Its nice that after the ribs shrink up that you can get 3 racks on the grate….


----------



## Bruce B (Dec 29, 2008)

Those are looking good Dave, I was just that...3 racks of ribs on the top grate and still some room. wow


----------



## Unity (Dec 29, 2008)

How long do you suppose it will be before these steroid WSMs look normal?   

--John


----------



## wittdog (Dec 29, 2008)

Around 6 hrs  Ribs are done






Chicken is on for smoked Chicken Lag asana later in the week….(That’s a family pac minus 6 pieces)

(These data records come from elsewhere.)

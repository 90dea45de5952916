"""The time from an edge of one trace to the answer of another."""

from __future__ import annotations

import math

import numpy as np

from benchtool.model.quantity import Contribution, Measured
from benchtool.model.timing import Edges
from benchtool.uncertainty import combine


def measure_delay(
    start: Edges, answer: Edges, *, timebase_rel: float = 50e-6, jitter_rel: float = 1e-3
) -> Measured | None:
    """Return the time from the first edge of one trace to the next edge of another.

    Args:
        start: Edges of the trace that begins, such as the supply.
        answer: Edges of the trace that answers.
        timebase_rel: Half-width of the timebase error, relative.
        jitter_rel: Half-width of the jitter assumed of the single delay, relative.

    Returns:
        The delay in seconds, None where either edge is missing.
    """
    if not start.times_s.size:
        return None
    later = np.flatnonzero(answer.times_s > start.times_s[0])
    if not later.size:
        return None
    value = float(answer.times_s[later[0]] - start.times_s[0])
    grids = [e.grid_s if e.resolved else e.step_s for e in (start, answer)]
    terms = [
        Contribution(source="assumed jitter", u=value * jitter_rel / math.sqrt(3)),
        Contribution(source="grid", u=math.hypot(*grids) / math.sqrt(12)),
        Contribution(source="edge noise", u=math.hypot(start.u_s[0], answer.u_s[later[0]])),
        Contribution(
            source="level", u=math.hypot(start.level_u_s, answer.level_u_s) / math.sqrt(2)
        ),
        Contribution(source="timebase", u=value * timebase_rel / math.sqrt(3), common=True),
    ]
    return combine(value, "s", terms)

So far so good….I’ve got no complaints…I didn’t check the factory therm for accuracy but going by the cook times so far it seems to be pretty close…or as close as I need it to be…..It been holding a steady temp…has recovered well from when I’ve had the lid off…after the chicken is done I’ll bring the brisket up to the top grate and stick a therm in it and make some decisions as to foil or not…

About the only thing I would like is handles on the bottom rack


----------



## Captain Morgan (Dec 29, 2008)

so your ability to control the temps is pretty close to the
little WSM?


----------



## wittdog (Dec 29, 2008)

Yeah so far Cappy controlling the temps have been as easy as the smaller WSM….the vents need to be open a little more than the smaller one…but once I got it locked in it was holding steady…
The big one seems to burn a lot more fuel than the smaller one…but with the bigger area and more massive cuts of meat..I would say its to be expected…Its still more efficient that my small offset..


I decided to add some more charcoal now..while there was still day light …there was a fair amount left in the smoker but no where near enough to finish the brisket….We also took a few pics from the door of the brisket….I used the door as a chute to dump the charcoal into the cooker…it worked pretty well..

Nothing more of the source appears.